“What is the matter, my dear Kate?—you who are always serious, are now positively sorrowful! What is it?”
Kate, who was truth itself whenever she spoke, chose for that reason to give no answer.
The old man looked more and more disturbed, and laying down his knife and fork, said—
“Nay, but Catherine, my dear child, there is something the matter! I do not wish to intrude on your confidence, but if you have any trouble that you think I may possibly be able to soothe—confide in me, as if I were your own father, my child.”
“Dear Mr. Saunders, don’t trouble your good heart about my cloudy face. Sure and hasn’t a poor girl the same right to her smoke that a wealthy young lady has to her vapors?” said Kate, smiling.
The old minister did not press his question, but resumed his knife and fork with a look of mortification that worried Catherine, so that she said—
“I will tell you, then, what troubles me.

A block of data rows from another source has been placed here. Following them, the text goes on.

//! Calibration of the intervals: synthetic Cottrell transients with a known D and noise of a
//! known kind, each analysed as a user would (automatic windows, t0 refined, intercept fitted).
//! The 95 % interval of D must cover the true value in 93–97 % of them, with white noise and
//! with AR(1) noise (φ = 0.8). The transients are synthetic; the true current is the Cottrell
//! equation (F. G. Cottrell, Z. Phys. Chem. 42 (1903) 385) as implemented in
//! `models::planar`, whose own values are checked against worked values and a finite-difference
//! solution in other tests.

use diffusor_fit::cell::{Cell, Measured};
use diffusor_fit::models::planar::cottrell_current_a;
use diffusor_fit::planar::{PlanarOptions, analyze_data};
use rand::SeedableRng;
use rand::rngs::StdRng;
use rand_distr::{Distribution, Normal};

const RUNS: usize = 500;
const D_TRUE: f64 = 7.0e-10; // m²/s = 7.0e-6 cm²/s
const AREA: f64 = 7.07e-6; // m², a 3 mm disk
const CONC: f64 = 1.0; // mol/m³ = 1 mM

fn coverage(phi: f64, seed: u64) -> (usize, f64) {
    let mut rng = StdRng::seed_from_u64(seed);
    let sigma = 20e-9; // A, marginal noise
    let innovation = Normal::new(0.0, sigma * (1.0 - phi * phi).sqrt()).expect("normal");
    let time: Vec<f64> = (1..=4000).map(|k| k as f64 * 1e-3).collect();
    let cell = Cell {
        area_m2: Some(Measured::exact(AREA)),
        conc_mol_m3: Some(Measured::exact(CONC)),
        ..Cell::default()
    };
    let options = PlanarOptions {
        sensitivity: false,
        ..PlanarOptions::default()
    };
    let mut covered = 0;
    let mut rel_width = 0.0;
    for _ in 0..RUNS {
        let mut e = Normal::new(0.0, sigma).expect("normal").sample(&mut rng);
        let current: Vec<f64> = time
            .iter()
            .map(|&t| {
                e = phi * e + innovation.sample(&mut rng);
                cottrell_current_a(1.0, AREA, CONC, D_TRUE, t) + e
            })
            .collect();
        let r = analyze_data(&time, &current, &cell, &options, "none".into(), Vec::new())
            .expect("analysis");
        let d = r.diffusion_m2_s.expect("D");
        if d.ci95[0] <= D_TRUE && D_TRUE <= d.ci95[1] {
            covered += 1;
        }
        rel_width += (d.ci95[1] - d.ci95[0]) / D_TRUE / RUNS as f64;
    }
    (covered, rel_width)
}

#[test]
fn white_noise_intervals_cover_95_percent() {
    let (covered, width) = coverage(0.0, 20_261_202);
    let share = covered as f64 / RUNS as f64;
    println!(
        "white noise: {covered}/{RUNS} = {:.1} % covered, mean relative width {width:.4}",
        100.0 * share
    );
    assert!((0.93..=0.97).contains(&share), "coverage {share}");
}

#[test]
fn ar1_noise_intervals_cover_95_percent() {
    let (covered, width) = coverage(0.8, 20_261_203);
    let share = covered as f64 / RUNS as f64;
    println!(
        "AR(1) φ = 0.8: {covered}/{RUNS} = {:.1} % covered, mean relative width {width:.4}",
        100.0 * share
    );
    assert!((0.93..=0.97).contains(&share), "coverage {share}");
}
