fn budget_table(r: &PlanarResult) -> Markup {
    let Some(b) = &r.budget else {
        return html! { p.muted { "No budget: the inputs needed for D (or n·A·C) were not entered." } };
    };
    html! {
        table.grid {
            thead { tr {
                th { "input" } th { "value" } th { "standard uncertainty" } th.num { "relative" }
                th.num { "relative sensitivity" } th { "contribution to u(" (b.quantity) ")" } th.num { "share of u²" }
            } }
            tbody {
                @for e in &b.entries {
                    tr {
                        td { (e.input) }
                        td { (quantity(e.value, e.unit, 5)) }
                        td { (quantity(e.standard_uncertainty, e.unit, 2)) }
                        td.num { (percent(100.0 * e.standard_uncertainty / e.value.abs())) }
                        // ∂ln y/∂ln x = c·x/y: unit-free, and ±2 or ±½ for the Cottrell relations.
                        td.num { (format!("{:+.2}", e.sensitivity * e.value / b.value).replace('-', "−")) }
                        td { (quantity(e.contribution, b.unit, 2)) }
                        td.num { (percent(e.share_percent)) }
                    }
                }
            }
            tfoot {
                tr { th colspan="5" { "combined standard uncertainty u_c(" (b.quantity) ")" } td { (quantity(b.combined_standard_uncertainty, b.unit, 2)) } td.num { (percent(100.0 * b.combined_standard_uncertainty / b.value.abs())) } }
                tr { th colspan="5" { "expanded uncertainty U = k·u_c, k = " (b.coverage_factor) } td { strong { (quantity(b.expanded_uncertainty, b.unit, 2)) } } td.num { (percent(100.0 * b.expanded_uncertainty / b.value.abs())) } }
            }
        }
        p.muted { (b.note) }
    }
}
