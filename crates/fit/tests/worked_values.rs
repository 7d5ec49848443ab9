//! Worked values of the Cottrell equation and its inverses.
//!
//! The expected currents are computed for this test from the Cottrell
//! equation `I = n·F·A·C·√D/√(π·t)` (F. G. Cottrell, Z. Phys. Chem. 42 (1903)
//! 385) with the CODATA 2018 Faraday constant `F = 96 485.332 12 C/mol`, by
//! hand (double-precision arithmetic outside this code base), not taken from
//! a publication. The order-of-magnitude facts at the end are common practice
//! in the trade, with no single source.

use diffusor_fit::constants::{CM2_PER_S, FARADAY_C_PER_MOL, MILLIMOLAR};
use diffusor_fit::models::planar::{
    cottrell_current_a, cottrell_slope, diffusion_from_slope, nac_from_slope,
};
use proptest::prelude::*;

/// A 3.00 mm disk: `A = π·(0.15 cm)² = 0.070 685 8 cm²` (geometry).
const AREA_M2: f64 = 0.070_685_8e-4;
/// 1.000 mM.
const CONC_MOL_M3: f64 = 1.000 * MILLIMOLAR;
/// 7.20 × 10⁻⁶ cm²/s.
const D_M2_S: f64 = 7.20e-6 * CM2_PER_S;

/// Rounds to `digits` significant figures, the way a value is quoted.
fn significant(x: f64, digits: i32) -> f64 {
    let scale = 10f64.powi(digits - 1 - x.abs().log10().floor() as i32);
    (x * scale).round() / scale
}

#[test]
fn disk_area_is_pi_r_squared() {
    // π·(0.15 cm)² = 0.070 685 834 7… cm², quoted to 6 significant figures.
    let area_cm2 = std::f64::consts::PI * 0.15 * 0.15;
    assert_eq!(significant(area_cm2, 6), 0.070_685_8);
    assert!((AREA_M2 / 1e-4 - area_cm2).abs() / area_cm2 < 1e-6);
}

#[test]
fn one_millimolar_is_one_mole_per_cubic_metre() {
    // 1 mmol/L = 1e-3 mol / 1e-3 m³.
    assert_eq!(MILLIMOLAR, 1e-3 / 1e-3);
    assert_eq!(CM2_PER_S, 1e-2 * 1e-2);
}

#[test]
fn cottrell_current_at_one_second() {
    // n = 1, A = 0.070 685 8 cm², C = 1.000 mM, D = 7.20e-6 cm²/s, t = 1 s:
    // I = 96 485.332 12 × 7.068 58e-6 m² × 1 mol/m³ × √(7.2e-10/π) m/s^½
    //   = 1.032 487e-5 A = 10.325 µA to 5 significant figures.
    let current_a = cottrell_current_a(1.0, AREA_M2, CONC_MOL_M3, D_M2_S, 1.0);
    assert_eq!(
        significant(current_a * 1e6, 5),
        10.325,
        "I(1 s) = {current_a:e} A"
    );
}

#[test]
fn cottrell_current_at_a_tenth_of_a_second() {
    // Same electrode at t = 0.1 s: I = 10.324 87 µA × √10 = 32.650 µA to 5
    // significant figures.
    let current_a = cottrell_current_a(1.0, AREA_M2, CONC_MOL_M3, D_M2_S, 0.1);
    assert_eq!(
        significant(current_a * 1e6, 5),
        32.650,
        "I(0.1 s) = {current_a:e} A"
    );
}

#[test]
fn two_electrons_double_the_current() {
    // I is proportional to n in the Cottrell equation: 20.650 µA at 1 s.
    let current_a = cottrell_current_a(2.0, AREA_M2, CONC_MOL_M3, D_M2_S, 1.0);
    assert_eq!(significant(current_a * 1e6, 5), 20.650);
}

#[test]
fn slope_is_current_times_root_time() {
    // I·√t is the Cottrell slope S = n·F·A·C·√(D/π) at every t.
    let slope = cottrell_slope(1.0, AREA_M2, CONC_MOL_M3, D_M2_S);
    assert_eq!(significant(slope * 1e6, 5), 10.325);
    for t_s in [0.01, 0.1, 1.0, 10.0] {
        let current_a = cottrell_current_a(1.0, AREA_M2, CONC_MOL_M3, D_M2_S, t_s);
        assert!((current_a * t_s.sqrt() - slope).abs() <= 1e-14 * slope);
    }
}

#[test]
fn quoted_current_gives_back_the_diffusion_coefficient() {
    // The current as quoted (10.325 µA at 1 s) is rounded to 5 significant
    // figures, so D = π·(S/(nFAC))² comes back within 2·(0.0005/10.325) ≈ 1e-4
    // of 7.20e-6 cm²/s, and is 7.200e-6 cm²/s to 4 significant figures.
    let d_m2_s = diffusion_from_slope(10.325e-6, 1.0, AREA_M2, CONC_MOL_M3);
    assert!(
        (d_m2_s - D_M2_S).abs() / D_M2_S < 1e-4,
        "D = {d_m2_s:e} m²/s"
    );
    assert_eq!(significant(d_m2_s / CM2_PER_S, 4), 7.200e-6);
    // And n·A·C from the same slope when D is known: 1 × 7.068 58e-6 m² ×
    // 1 mol/m³ = 7.068 58e-6 mol/m, again within the rounding of the current.
    let nac = nac_from_slope(10.325e-6, D_M2_S);
    assert!((nac - AREA_M2 * CONC_MOL_M3).abs() / (AREA_M2 * CONC_MOL_M3) < 1e-4);
}

#[test]
fn faraday_constant_is_codata_2018() {
    // The worked values above assume F = 96 485.332 12 C/mol (CODATA 2018).
    assert!((FARADAY_C_PER_MOL - 96_485.332_12).abs() < 5e-6);
}

proptest! {
    /// D → slope → D and n·A·C → slope → n·A·C are identities of the
    /// Cottrell equation; over realistic ranges (n 1–3, disks from 10 µm²
    /// to 1 cm², 0.01–100 mM, D from 1e-7 to 1e-4 cm²/s) they hold to
    /// rounding.
    #[test]
    fn inverses_round_trip(
        n in 1u8..=3,
        area_m2 in 1e-11f64..1e-4,
        conc_mol_m3 in 0.01f64..100.0,
        d_cm2_s in 1e-7f64..1e-4,
    ) {
        let n = f64::from(n);
        let d_m2_s = d_cm2_s * CM2_PER_S;
        let slope = cottrell_slope(n, area_m2, conc_mol_m3, d_m2_s);
        let d_back = diffusion_from_slope(slope, n, area_m2, conc_mol_m3);
        prop_assert!((d_back - d_m2_s).abs() <= 1e-13 * d_m2_s, "D {} → {}", d_m2_s, d_back);
        let nac = n * area_m2 * conc_mol_m3;
        let nac_back = nac_from_slope(slope, d_m2_s);
        prop_assert!((nac_back - nac).abs() <= 1e-13 * nac, "nAC {} → {}", nac, nac_back);
    }
}

#[test]
fn small_molecules_in_water_diffuse_at_1e_minus_10_to_1e_minus_9_m2_per_s() {
    // Common practice, no single source: D of small molecules and ions in
    // water lies around 1e-6 to 1e-5 cm²/s, which in SI is 1e-10 to 1e-9
    // m²/s; the worked example's 7.2e-6 cm²/s sits inside.
    let low_m2_s = 1e-6 * CM2_PER_S;
    let high_m2_s = 1e-5 * CM2_PER_S;
    assert!((low_m2_s - 1e-10).abs() < 1e-24);
    assert!((high_m2_s - 1e-9).abs() < 1e-23);
    assert!((low_m2_s..=high_m2_s).contains(&D_M2_S));
}

#[test]
fn a_molecule_travels_about_45_micrometres_in_a_second() {
    // The root-mean-square displacement in one dimension is √(2Dt)
    // (A. Einstein, Ann. Phys. 17 (1905) 549). With D = 1e-5 cm²/s and
    // t = 1 s: √(2 × 1e-5 cm²) = 4.47e-3 cm = 44.7 µm, "about 45 µm" as the
    // trade says (common practice, no single source).
    let d_m2_s = 1e-5 * CM2_PER_S;
    let rms_m = (2.0 * d_m2_s * 1.0).sqrt();
    assert_eq!(significant(rms_m * 1e6, 3), 44.7);
    assert!((rms_m * 1e6 - 45.0).abs() < 0.5);
}
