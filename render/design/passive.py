"""A passive pickup to compare against: two coils in series, volume and tone pots, cable, amplifier.

A design file with the top-level key ``kind = "passive"`` describes a
pickup with no preamp. Its tables:

- ``[coil_a]``, ``[coil_b]``: the coils, with the keys of an active design's
  coils (:data:`render.design.schema.COIL`, windings and geometries included).
  The polarities are as the coils are connected in the series string:
  ``signal_polarity`` defaults to +1 for both (the string's signals add) and
  ``hum_polarity`` to +1 for coil_a and −1 for coil_b (a humbucker: the
  hum EMFs oppose);
- ``[controls]``: the pickup's own volume and tone pots and tone capacitor
  (:data:`CONTROLS`), which a rig file does not replace;
- ``[rig]``: only the cable and the amplifier input (:data:`CABLE`), which a
  rig file replaces, so the passive pickup plays into the same cable and
  amplifier as the designs beside it;
- ``[hum]``: as in a design.

The circuit is the one the engine already solves for its passive reference
(ground – coil_b reversed – coil_a – jack, the two pots at the jack, the
cable and amplifier at the volume wiper): :func:`carrier` builds a
:class:`~render.design.model.Design` whose passive reference *is* this
pickup, so the response, noise, hum and render of the passive reference
serve it unchanged. The carrier's preamp (a copy of :data:`_PREAMP`) is a
placeholder and is never reported. The two coils' mutual inductance is not
modelled (as in the passive reference).
"""

from __future__ import annotations

from dataclasses import dataclass, field, replace
from pathlib import Path
from typing import Any

from .. import units as U
from ..errors import InputError
from ..io.hashing import sha256_bytes
from ..io.toml import read_toml
from ..validate import R_RANGE, TOP_KEYS, Field, check_document, read_table
from .model import Coil, Design, Feedback, Hum, InputNet, Output, Rig, RigFile, Supply
from .schema import MAX_NAME_CHARS, RIG

KIND_KEY = "kind"
PASSIVE_KIND = "passive"

CONTROLS = {
    "pot": Field(U.RESISTANCE, default=500e3, doc="volume and tone pot track resistance", **R_RANGE),
    "tone_cap": Field(U.CAPACITANCE, default=22e-9, doc="tone capacitor", lo=1e-14, hi=0.1, lo_open=False),
    "volume": RIG["volume"],
    "volume_taper": RIG["volume_taper"],
    "tone": RIG["tone"],
    "tone_taper": RIG["tone_taper"],
}
CABLE_KEYS = ("cable_length", "cable_capacitance", "amp_r", "amp_c")
CABLE = {k: RIG[k] for k in CABLE_KEYS}
PASSIVE_TABLES = ("coil_a", "coil_b", "controls", "rig", "hum")

# The carrier's placeholder preamp: never reported, only there because a Design has one.
_PREAMP = dict(
    input_a=InputNet(series_c=1e-6, series_r=22e3),
    input_b=InputNet(series_c=1e-6, series_r=22e3, bias_top=220e3, bias_bottom=220e3),
    feedback=Feedback(r=110e3),
    output=Output(coupling_c=10e-6, series_r=220.0, shunt_r=100e3),
    supply=Supply(battery=9.0),
)


@dataclass(frozen=True)
class Controls:
    """The passive pickup's own controls (SI units; rotations 0..1)."""

    pot: float = 500e3
    tone_cap: float = 22e-9
    volume: float = 1.0
    volume_taper: str = "audio"
    tone: float = 1.0
    tone_taper: str = "linear"


@dataclass(frozen=True)
class PassiveDesign:
    """A passive pickup to compare against, validated, in SI units.

    ``coil_b``'s polarities are as connected in the series string (see the
    module docstring); ``rig`` holds the cable and amplifier input (its other
    fields are unused).
    """

    name: str
    coil_a: Coil
    coil_b: Coil
    controls: Controls = field(default_factory=Controls)
    rig: Rig = field(default_factory=Rig)
    hum: Hum = field(default_factory=Hum)
    notes: str = ""
    source: str = ""
    sha256: str = ""

    def with_rig(self, rig_file: RigFile | None) -> PassiveDesign:
        """Playing into ``rig_file``'s cable and amplifier (and its [hum], if it has one); the controls stay the pickup's own."""
        if rig_file is None:
            return self
        cable = {k: getattr(rig_file.rig, k) for k in CABLE_KEYS}
        return replace(self, rig=replace(self.rig, **cable), hum=rig_file.hum or self.hum)


def is_passive(data: Any) -> bool:
    """Whether a parsed TOML document declares a passive pickup."""
    return isinstance(data, dict) and data.get(KIND_KEY) == PASSIVE_KIND


def parse_passive(data: dict, *, source: str = "<passive>", name: str | None = None, sha256: str = "") -> PassiveDesign:
    """Build a :class:`PassiveDesign` from parsed TOML; every error is one line."""
    from .loading import _read_coil, _read_hum

    check_document(data, source, [KIND_KEY, *PASSIVE_TABLES, *TOP_KEYS])
    if data.get(KIND_KEY) != PASSIVE_KIND:
        raise InputError(f'{source}: {KIND_KEY}={U.shown(data.get(KIND_KEY))}: a comparison pickup needs {KIND_KEY} = "{PASSIVE_KIND}"')
    for t in ("coil_a", "coil_b"):
        if t not in data:
            raise InputError(f"{source}: missing table [{t}]; a passive pickup needs [coil_a] and [coil_b] (and may have [controls], [rig], [hum])")
    if "name" in data and (len(data["name"]) > MAX_NAME_CHARS or not data["name"].isprintable()):
        raise InputError(f"{source}: name={U.shown(data['name'])}: expected one line of at most {MAX_NAME_CHARS} printable characters (it heads every report); put the rest in notes")
    if isinstance(data.get("rig"), dict):
        for key in data["rig"]:
            if key not in CABLE and key in RIG:
                raise InputError(
                    f"{source}: [rig] {key}: a passive pickup's pots and tone capacitor go in its [controls] table (pot, tone_cap, volume, tone, volume_taper, tone_taper); [rig] holds only {', '.join(CABLE_KEYS)}"
                )
    coils = {}
    for t, sig, hum_pol in (("coil_a", 1, 1), ("coil_b", 1, -1)):
        values = dict(_read_coil(data[t], source=source, table=t))
        if ("eddy_coupling" in values) != ("eddy_corner" in values):
            raise InputError(f"{source}: [{t}]: eddy_coupling and eddy_corner go together; give both or neither")
        values.setdefault("signal_polarity", sig)
        if "hum_polarity" not in data[t]:
            values["hum_polarity"] = hum_pol
        coils[t] = Coil(**values)
    controls = Controls(**read_table(data.get("controls", {}), CONTROLS, source=source, table="controls"))
    cable = read_table(data.get("rig", {}), CABLE, source=source, table="rig")
    hum = _read_hum(data["hum"], source=source) if "hum" in data else Hum()
    return PassiveDesign(
        name=data.get("name") or name or Path(source).stem,
        coil_a=coils["coil_a"],
        coil_b=coils["coil_b"],
        controls=controls,
        rig=Rig(**cable),
        hum=hum,
        notes=data.get("notes", ""),
        source=source,
        sha256=sha256,
    )


def load_passive(path: str | Path, *, rig: RigFile | None = None) -> PassiveDesign:
    """Load a passive pickup's file (``kind = "passive"``), playing into ``rig``'s cable and amplifier when given."""
    data, raw = read_toml(path)
    if not is_passive(data):
        raise InputError(f'{path}: not a passive pickup; a comparison file starts with {KIND_KEY} = "{PASSIVE_KIND}" (an active design is compared by naming it beside the others)')
    return parse_passive(data, source=str(path), name=Path(path).stem, sha256=sha256_bytes(raw)).with_rig(rig)


def carrier(p: PassiveDesign) -> Design:
    """A :class:`Design` whose passive reference is ``p`` (its preamp is a placeholder).

    The engine's passive reference runs ground – coil_b reversed – coil_a –
    jack with EMFs sig_a·v and −sig_b·v; a coil connected in the string's
    direction with polarity +1 is therefore coil_b with its polarities negated.
    """
    c = p.controls
    rig = replace(p.rig, passive_pot=c.pot, passive_tone_cap=c.tone_cap, volume=c.volume, volume_taper=c.volume_taper, tone=c.tone, tone_taper=c.tone_taper)
    coil_b = replace(p.coil_b, signal_polarity=-p.coil_b.signal_polarity, hum_polarity=-p.coil_b.hum_polarity)
    return Design(name=p.name, coil_a=p.coil_a, coil_b=coil_b, rig=rig, hum=p.hum, notes=p.notes, source=p.source, sha256=p.sha256, **_PREAMP)  # type: ignore[arg-type]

My dearest, best friend and patron, Captain Clifton, has bidden me good-bye, and departed for the frontier! That is bad—oh, yes!—very bad. But that is not the worst. He has gone away very unhappy. I might as well tell you what everybody will soon know:—his marriage is broken off! He has gone away in anger with his promised bride. He has gone away so wretched! Mr. Saunders, when I saw him last night, looking so pale, and stern, and proud—and knew the haughtiness and the anguish of his heart, I thought I could have died to have restored peace and joy between him and her he loved so strongly.”
“Merciful Heaven!—those Cliftons! This is another instance of their fatal subjection to passion! Do you know, my dear child, what caused this quarrel?”
“I know nothing but this—the marriage is broken off for the present! I do not know wherefore.”
“Some jealous suspicion of one party or the other! Those Cliftons all have Spanish blood in them, and the Spanish character is uppermost in their nature. They are all haughty, reserved, jealous, suspicious.”